According to democrats, international tariff agreements, not crime, not communism, not terrorism, not leftism, not black racism, lawlessness, hatred, and violence, or other wickedness, are the real threats to the US.
The evolution of U.S. tariff policy from 1790 to 2019 can be divided into three distinct periods, each characterized by a different primary objective: revenue generation (1790–1860), import restriction (1861–1933), and reciprocity through trade agreements (1934–present). During the revenue period, average tariffs increased from approximately 20% to 60%, before declining again to around 20% by 1860. In the subsequent restriction period, the average tariff on dutiable imports rose to roughly 50% and remained at that level for several decades. Beginning in 1934, the reciprocity period marked a sharp decline in tariff rates, which eventually stabilized at approximately 5%, a level that has persisted into the 21st century.[1] Many of the fluctuations in average tariffs over time were not the result of deliberate policy shifts, but rather due to changes in import prices interacting with “specific duties”—fixed dollar amounts per unit of quantity, rather than percentages of import value.
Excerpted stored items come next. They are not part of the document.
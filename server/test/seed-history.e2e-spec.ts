import './env';
import { buildChecklist, RUSHED_RULE, summarizeInspection, type InspectionKind } from '@yardcall/shared';
import { DataSource } from 'typeorm';
import { buildDataSourceOptions } from '../src/database/data-source';
import { SEED_ORGANIZATIONS } from '../src/database/seed-data';
import { HISTORY_CLIENT_PREFIX } from '../src/database/seed-history';
import type { Inspection } from '../src/inspections/entities/inspection.entity';

interface InspectionRow {
  id: string;
  kind: InspectionKind;
  started_at: Date;
  vehicles: Inspection['vehicles'];
  rushed: boolean;
  recurring_defect: boolean;
  defect_count: number;
}

interface ResultRow {
  inspection_id: string;
  item_key: string;
  stop_time: Date;
  answer: 'pass' | 'defect' | 'not_applicable';
  verdict: 'ok' | 'near_limit' | 'out_of_limit' | null;
  no_reading: 'visual' | 'no_gauge' | null;
  fixed: unknown;
}

// The demo history (global set-up seeded it) holds only what the product's own rules would store.
describe('demo history', () => {
  let dataSource: DataSource;
  let inspections: InspectionRow[];
  let organizationId: string;

  beforeAll(async () => {
    dataSource = await new DataSource({
      ...buildDataSourceOptions(process.env.DATABASE_URL ?? ''),
      logging: false,
    }).initialize();
    const [org] = await dataSource.query<{ id: string }[]>(
      "SELECT id FROM organizations WHERE name = 'Kestrel Valley Freight'",
    );
    organizationId = org!.id;
    inspections = await dataSource.query<InspectionRow[]>(
      `SELECT id, kind, started_at, vehicles, rushed, recurring_defect, defect_count FROM inspections
        WHERE organization_id = $1 AND client_id LIKE $2 ORDER BY started_at`,
      [organizationId, `${HISTORY_CLIENT_PREFIX}%`],
    );
  });
  afterAll(async () => {
    await dataSource.destroy();
  });

  it('spans about eight weeks, only in the demo organisation', async () => {
    expect(inspections.length).toBeGreaterThan(100);
    const spanDays = (Date.now() - inspections[0]!.started_at.getTime()) / 86_400_000;
    expect(spanDays).toBeGreaterThan(50);
    expect(spanDays).toBeLessThan(60);
    const [other] = await dataSource.query<{ n: number }[]>(
      'SELECT count(*)::int AS n FROM inspections WHERE organization_id <> $1 AND client_id LIKE $2',
      [organizationId, `${HISTORY_CLIENT_PREFIX}%`],
    );
    expect(other!.n).toBe(0);
  });

  it("answers every item of each report's checklist once, a stop's items at one time, at a pace only one report rushes", async () => {
    const rows = await dataSource.query<ResultRow[]>(
      `SELECT r.inspection_id, r.item_key, r.answered_at AS stop_time, r.answer, r.verdict, r.no_reading, r.fixed
         FROM item_results r JOIN inspections i ON i.id = r.inspection_id
        WHERE i.organization_id = $1 AND i.client_id LIKE $2`,
      [organizationId, `${HISTORY_CLIENT_PREFIX}%`],
    );
    const byInspection = new Map<string, ResultRow[]>();
    for (const row of rows) byInspection.set(row.inspection_id, [...(byInspection.get(row.inspection_id) ?? []), row]);
    let rushed = 0;
    for (const inspection of inspections) {
      const checklist = buildChecklist(inspection.vehicles, inspection.kind, 'en');
      const results = byInspection.get(inspection.id) ?? [];
      expect(results.map((r) => r.item_key).sort()).toEqual(checklist.items.map((i) => i.key).sort());
      const timeOf = new Map(results.map((r) => [r.item_key, r.stop_time.getTime()]));
      for (const stop of checklist.stops) {
        expect(new Set(stop.itemKeys.map((key) => timeOf.get(key))).size).toBe(1);
      }
      const summary = summarizeInspection(
        checklist,
        results.map((r) => ({
          itemKey: r.item_key,
          answer: r.answer,
          answeredAt: r.stop_time.toISOString(),
          ...(r.verdict ? { verdict: r.verdict } : {}),
          ...(r.fixed ? { fixed: r.fixed as never } : {}),
        })),
        { startedAt: inspection.started_at.toISOString() },
      );
      expect(inspection.rushed).toBe(summary.rushed.rushed);
      expect(inspection.defect_count).toBe(summary.defects.length);
      if (summary.rushed.rushed) rushed += 1;
      // A measured check passed without a value is recorded as checked by eye (no reading is required).
      for (const r of results.filter((x) => x.answer === 'pass' && x.verdict === null)) {
        const item = checklist.items.find((i) => i.key === r.item_key)!;
        expect(r.no_reading).toBe(item.expects.type === 'measure' ? 'visual' : null);
      }
    }
    // RUSHED_RULE: 7.5 s a stop at least; one walk-around of the history breaks it on purpose.
    expect(RUSHED_RULE.minMsPerStop).toBe(7500);
    expect(rushed).toBe(1);
  });

  it('tells the demo stories: one unit out of service, a deferral, a recurrence, a fix on the spot and waiting reviews', async () => {
    const seeded = SEED_ORGANIZATIONS[0]!.vehicles.map((v) => v.unitNumber);
    const vehicles = await dataSource.query<{ unit_number: string; status: string; status_reason: string | null }[]>(
      `SELECT unit_number, status, status_reason FROM vehicles
        WHERE organization_id = $1 AND unit_number = ANY($2) AND status = 'out_of_service'`,
      [organizationId, seeded],
    );
    expect(vehicles.map((v) => v.unit_number)).toEqual(['KV-T22']);
    expect(vehicles[0]!.status_reason).toMatch(/Trailer air lines/);
    const defects = await dataSource.query<{ status: string; safety: boolean }[]>(
      `SELECT d.status, d.safety FROM defects d JOIN inspections i ON i.id = d.inspection_id
        WHERE d.organization_id = $1 AND i.client_id LIKE $2`,
      [organizationId, `${HISTORY_CLIENT_PREFIX}%`],
    );
    expect(defects.filter((d) => d.status === 'open')).toEqual([{ status: 'open', safety: true }]);
    expect(defects.filter((d) => d.status === 'deferred')).toEqual([{ status: 'deferred', safety: false }]);
    expect(defects.filter((d) => d.status === 'repaired').length).toBeGreaterThanOrEqual(3);
    expect(inspections.filter((i) => i.recurring_defect)).toHaveLength(1);
    const [fixed] = await dataSource.query<{ n: number }[]>(
      `SELECT count(*)::int AS n FROM item_results r JOIN inspections i ON i.id = r.inspection_id
        WHERE i.organization_id = $1 AND i.client_id LIKE $2 AND r.fixed IS NOT NULL`,
      [organizationId, `${HISTORY_CLIENT_PREFIX}%`],
    );
    expect(fixed!.n).toBeGreaterThanOrEqual(1);
    const [media] = await dataSource.query<{ notes: number; photos: number; reviewed: number; waiting: number }[]>(
      `SELECT (SELECT count(*)::int FROM voice_notes WHERE organization_id = $1 AND client_id LIKE $2) AS notes,
              (SELECT count(*)::int FROM photos WHERE organization_id = $1 AND client_id LIKE $2) AS photos,
              (SELECT count(*)::int FROM training_attempts a WHERE a.client_id LIKE $2
                  AND EXISTS (SELECT 1 FROM training_reviews r WHERE r.attempt_id = a.id)) AS reviewed,
              (SELECT count(*)::int FROM training_attempts a WHERE a.client_id LIKE $2 AND a.audio_object_key IS NOT NULL
                  AND NOT EXISTS (SELECT 1 FROM training_reviews r WHERE r.attempt_id = a.id)) AS waiting`,
      [organizationId, `${HISTORY_CLIENT_PREFIX}%`],
    );
    expect(media).toEqual({ notes: 3, photos: 1, reviewed: 1, waiting: 1 });
  });
});
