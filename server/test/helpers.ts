import type { INestApplication } from '@nestjs/common';
import { NestFactory } from '@nestjs/core';
import type { NestExpressApplication } from '@nestjs/platform-express';
import {
  type InspectionResponse,
  type LoginResponse,
  type ResultUpsert,
  type Role,
  type VehicleRequest,
  type VehicleResponse,
} from '@yardcall/shared';
import { sampleTractor, sampleTrailer } from '@yardcall/shared/testing';
import { randomInt, randomUUID } from 'node:crypto';
import type { AddressInfo } from 'node:net';
import request from 'supertest';
import { DataSource } from 'typeorm';
import { AppModule } from '../src/app.module';
import { configureApp } from '../src/app.setup';
import { DEMO_PASSWORD } from '../src/database/seed-data';
import { bodyOf, errorBody } from './http';

export { binary, bodyOf, errorBody } from './http';

export const ROLE_EMAILS: Record<Role, string> = {
  driver: 'driver@yardcall.test',
  mechanic: 'mechanic@yardcall.test',
  supervisor: 'supervisor@yardcall.test',
  trainer: 'trainer@yardcall.test',
  admin: 'admin@yardcall.test',
};
export const OTHER_ORG_ADMIN = 'admin@tamarack-bay.test';
// A second driver of the demo organisation.
export const SECOND_DRIVER = 'tomas.reyes@yardcall.test';

export interface TestApp {
  app: INestApplication;
  url: string;
  dataSource: DataSource;
  close(): Promise<void>;
}

// The real app over real HTTP on a free loopback port.
export async function startApp(): Promise<TestApp> {
  const app = await NestFactory.create<NestExpressApplication>(AppModule, {
    logger: ['error', 'warn'],
    abortOnError: false,
  });
  configureApp(app);
  await app.listen(0, '127.0.0.1');
  const { port } = app.getHttpServer().address() as AddressInfo;
  return {
    app,
    url: `http://127.0.0.1:${port}`,
    dataSource: app.get(DataSource),
    close: () => app.close(),
  };
}

export interface SuiteApp {
  t: TestApp;
  tokens: Record<Role, string>;
}

// A suite's app: started before its tests with a token for each demo role, and closed after them (after
// `putBack`, for a suite that changes demo data the suites after it read). Both objects are filled in by
// beforeAll, so tests read t.url and tokens.driver; a suite's own beforeAll runs after this one.
export function suiteApp(putBack?: () => PromiseLike<unknown>): SuiteApp {
  const t = {} as TestApp;
  const tokens = {} as Record<Role, string>;
  beforeAll(async () => {
    Object.assign(t, await startApp());
    Object.assign(tokens, await tokensByRole(t.url));
  });
  afterAll(async () => {
    await putBack?.();
    await t.close();
  });
  return { t, tokens };
}

// A unit number of the test's own, so suites sharing the database never collide.
export function unitNumber(prefix: string): string {
  return `${prefix}-${randomInt(10_000, 99_999)}`;
}

// A 400 that names at least these fields, each with its message.
export function expectFieldProblems(response: request.Response, problems: { field: string; message: string }[]): void {
  expect(response.status).toBe(400);
  expect(errorBody(response).fields).toEqual(expect.arrayContaining(problems));
}

// A 201 and the record it answers.
export function createdBody<T>(response: request.Response): T {
  expect(response.status).toBe(201);
  return bodyOf<T>(response);
}

export async function login(url: string, email: string, password = DEMO_PASSWORD): Promise<LoginResponse> {
  const response = await request(url).post('/api/auth/login').send({ email, password });
  if (response.status !== 200) throw new Error(`login ${email} answered ${response.status}: ${response.text}`);
  return response.body as LoginResponse;
}

// The access token of a seeded user.
export async function signIn(url: string, email: string): Promise<string> {
  return (await login(url, email)).accessToken;
}

export async function tokensByRole(url: string): Promise<Record<Role, string>> {
  const entries = await Promise.all(
    (Object.entries(ROLE_EMAILS) as [Role, string][]).map(
      async ([role, email]) => [role, await signIn(url, email)] as const,
    ),
  );
  return Object.fromEntries(entries) as Record<Role, string>;
}

export function bearer(token: string): { Authorization: string } {
  return { Authorization: `Bearer ${token}` };
}

// The shared demo tractor and trailer under a unit number of the test's own: for tests that need
// any valid vehicle, not a particular configuration.
export function tractorRequest(unitNumber: string, overrides: Partial<VehicleRequest> = {}): VehicleRequest {
  return { ...sampleTractor(), unitNumber, ...overrides };
}

export function trailerRequest(unitNumber: string): VehicleRequest {
  return { ...sampleTrailer(), unitNumber };
}

export async function createVehicle(url: string, token: string, body: VehicleRequest): Promise<VehicleResponse> {
  const response = await request(url).post('/api/vehicles').set(bearer(token)).send(body);
  return createdBody<VehicleResponse>(response);
}

// A tractor of the test's own (the demo tractor under a fresh unit number starting with `prefix`).
export function newTractor(url: string, token: string, prefix: string): Promise<VehicleResponse> {
  return createVehicle(url, token, tractorRequest(unitNumber(prefix)));
}

export interface InspectionStart {
  vehicleIds: string[];
  kind?: string;
  startedAt?: string;
  clientId?: string;
  location?: string;
}

// POST /api/inspections; unless the test says otherwise a pre-trip starting now under a fresh clientId.
export function postInspection(url: string, token: string, start: InspectionStart): request.Test {
  const {
    vehicleIds,
    kind = 'pre_trip',
    startedAt = new Date().toISOString(),
    clientId = randomUUID(),
    location,
  } = start;
  // JSON leaves out a location the test did not give.
  return request(url)
    .post('/api/inspections')
    .set(bearer(token))
    .send({ vehicleIds, kind, startedAt, clientId, location });
}

export async function startInspection(url: string, token: string, start: InspectionStart): Promise<InspectionResponse> {
  const response = await postInspection(url, token, start);
  return createdBody<InspectionResponse>(response);
}

// PUT a batch of answers of a walk-around, which the server must take.
export async function putAnswers(url: string, token: string, inspectionId: string, results: ResultUpsert[]) {
  const put = await request(url).put(`/api/inspections/${inspectionId}/results`).set(bearer(token)).send({ results });
  expect(put.status).toBe(200);
}

// Signs and submits a walk-around as the demo driver: the report as the server keeps it.
export async function signAndSubmit(url: string, token: string, inspectionId: string): Promise<InspectionResponse> {
  const submitted = await request(url)
    .post(`/api/inspections/${inspectionId}/submit`)
    .set(bearer(token))
    .send({ signature: { name: 'Dana Okafor' } });
  expect(submitted.status).toBe(200);
  return bodyOf<InspectionResponse>(submitted);
}

// Sends a walk-around's answers, then signs and submits it: the report as the server keeps it.
export async function answerAndSubmit(
  url: string,
  token: string,
  inspectionId: string,
  results: ResultUpsert[],
): Promise<InspectionResponse> {
  await putAnswers(url, token, inspectionId, results);
  return signAndSubmit(url, token, inspectionId);
}
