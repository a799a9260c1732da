import { mkdtempSync, rmSync, writeFileSync } from 'node:fs';
import { tmpdir } from 'node:os';
import { join } from 'node:path';
import request from 'supertest';
import type { TestApp } from './helpers';
import { errorBody } from './http';

// This file sets CLIENT_DIST before loading the app, so it imports the app dynamically.
describe('platform: client, security headers, errors', () => {
  let t: TestApp;
  const clientDist = mkdtempSync(join(tmpdir(), 'yardcall-client-'));
  const previousClientDist = process.env.CLIENT_DIST;

  beforeAll(async () => {
    writeFileSync(join(clientDist, 'index.html'), '<!doctype html><title>Yardcall</title><div id="root"></div>');
    writeFileSync(join(clientDist, 'app.js'), 'console.log("yardcall");');
    process.env.CLIENT_DIST = clientDist;
    const { startApp } = await import('./helpers.js');
    t = await startApp();
  });
  afterAll(async () => {
    await t.close();
    process.env.CLIENT_DIST = previousClientDist;
    rmSync(clientDist, { recursive: true, force: true });
  });

  it('serves the built client at / and its files, and falls back to index.html for app routes', async () => {
    const root = await request(t.url).get('/');
    expect(root.status).toBe(200);
    expect(root.text).toContain('<div id="root"></div>');
    expect((await request(t.url).get('/app.js')).text).toContain('yardcall');
    const deep = await request(t.url).get('/inspections/123/report');
    expect(deep.status).toBe(200);
    expect(deep.text).toContain('<div id="root"></div>');
  });

  it('answers unknown /api paths with the JSON error shape, not the client', async () => {
    const response = await request(t.url).get('/api/no-such-route');
    expect(response.status).toBe(404);
    expect(response.body).toEqual({ statusCode: 404, error: 'Not Found', message: 'Cannot GET /api/no-such-route.' });
  });

  it('sends a content security policy that allows the app itself and nothing else', async () => {
    const csp = (await request(t.url).get('/')).headers['content-security-policy'] as string;
    const directives: Record<string, string[]> = Object.fromEntries(
      csp.split(';').map((d): [string, string[]] => {
        const [name = '', ...values] = d.trim().split(/\s+/);
        return [name, values];
      }),
    );
    expect(directives['default-src']).toEqual(["'self'"]);
    // Scripts from the app only; WebAssembly may compile (the reviewer's audio tools run ffmpeg).
    expect(directives['script-src']).toEqual(["'self'", "'wasm-unsafe-eval'"]);
    expect(directives['style-src']).toEqual(["'self'", "'unsafe-inline'"]);
    expect(directives['img-src']).toEqual(expect.arrayContaining(["'self'", 'data:', 'blob:']));
    expect(directives['media-src']).toEqual(expect.arrayContaining(["'self'", 'blob:']));
    expect(directives['worker-src']).toEqual(["'self'", 'blob:']);
    expect(directives['connect-src']).toEqual(["'self'"]);
    expect((await request(t.url).get('/api/health')).headers['x-content-type-options']).toBe('nosniff');
  });

  it('answers a malformed JSON body with 400 in the JSON error shape', async () => {
    const response = await request(t.url)
      .post('/api/auth/login')
      .set('Content-Type', 'application/json')
      .send('{"email": "a@b.c",');
    expect(response.status).toBe(400);
    expect(response.body).toMatchObject({ statusCode: 400, error: 'Bad Request' });
    expect(typeof errorBody(response).message).toBe('string');
  });

  it('serves the OpenAPI UI at /api/docs with bearer auth in the document', async () => {
    expect((await request(t.url).get('/api/docs')).text).toContain('swagger-ui');
    const doc = (await request(t.url).get('/api/docs-json')).body as {
      components: { securitySchemes: Record<string, { scheme: string }> };
    };
    expect(doc.components.securitySchemes.bearer?.scheme).toBe('bearer');
  });
});

describe('boot-time environment check', () => {
  it('refuses to start with a bad PORT, naming the variable', async () => {
    const previous = process.env.PORT;
    process.env.PORT = 'eighty';
    try {
      await jest.isolateModulesAsync(async () => {
        const { NestFactory } = await import('@nestjs/core');
        const { AppModule } = await import('../src/app.module.js');
        await expect(NestFactory.create(AppModule, { logger: false, abortOnError: false })).rejects.toThrow(
          'PORT must be a whole number from 0 to 65535; it is "eighty".',
        );
      });
    } finally {
      if (previous === undefined) delete process.env.PORT;
      else process.env.PORT = previous;
    }
  });
});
For example, price increases during World War I and deflation during the Great Depression produced temporary spikes and dips in the average tariff level. A significant drop in tariffs following World War II was largely driven by inflation: roughly two-thirds of the decline between 1944 and 1950 resulted from rising prices, and one-third from tariff reductions negotiated at the first GATT conference in 1947.[1]
Although the average tariff on dutiable imports has fluctuated considerably over time, the underlying tariff rates set by policymakers have been more stable than the raw data might suggest. These rates are typically structured to reflect the overarching goals of revenue generation, import restriction, or trade reciprocity.